§ What you need to do: Nothing but a number is expected: the count of lines in the data below that include "subspace".

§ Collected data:
[Start of Attachment]

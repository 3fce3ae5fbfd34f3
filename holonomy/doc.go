// Package holonomy is the numerical core of loopgate: level schemes as
// coupling graphs, small complex Hermitian eigendecompositions, Wilczek–Zee
// holonomies of closed loops in control space, curvature and flux, and exact
// propagation of piecewise-constant Hamiltonians.
//
// # Conventions
//
// ħ = 1: Hamiltonians, Rabi frequencies and detunings are angular
// frequencies in rad/s and times are in seconds. (Files written by loopgate
// carry frequencies in Hz, meaning Ω/2π, and are converted at the boundary.)
// A drive channel c joining a lower level l to an upper level u, with Rabi
// frequency Ω_c, phase φ_c and matrix-element factor f_c, adds
//
//	(f_c Ω_c/2)(e^{iφ_c}|u⟩⟨l| + e^{−iφ_c}|l⟩⟨u|)
//
// to H, and a level detuning Δ_k adds Δ_k|k⟩⟨k|. Propagators are
// U = T exp(−i∫H dt); a zero-order-hold waveform gives U = Π_k exp(−iH_kΔt).
//
// Geometric phases follow Berry, Proc. R. Soc. A 392, 45 (1984): an
// eigenstate carried adiabatically around a closed loop C acquires
// γ = i∮⟨n|∇n⟩·dR, and the non-Abelian generalisation (Wilczek and Zee,
// Phys. Rev. Lett. 52, 2111 (1984)) is the path-ordered exponential of the
// connection A_ab = i⟨a|∇b⟩ over a degenerate subspace. With these signs a
// spin-½ aligned with a field whose direction circles a cone of polar angle θ
// acquires γ = −π(1 − cos θ), i.e. minus half the solid angle.
//
// Average gate fidelity on the computational subspace, including leakage,
// follows Pedersen, Møller and Mølmer, Phys. Lett. A 367, 47 (2007):
//
//	F = (Tr(M†M) + |Tr M|²) / (d(d+1)),  M = P U_target† U P,
//
// and leakage is 1 − Tr(M†M)/d.
package holonomy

[End of Attachment]

§ Solution to the problem: 2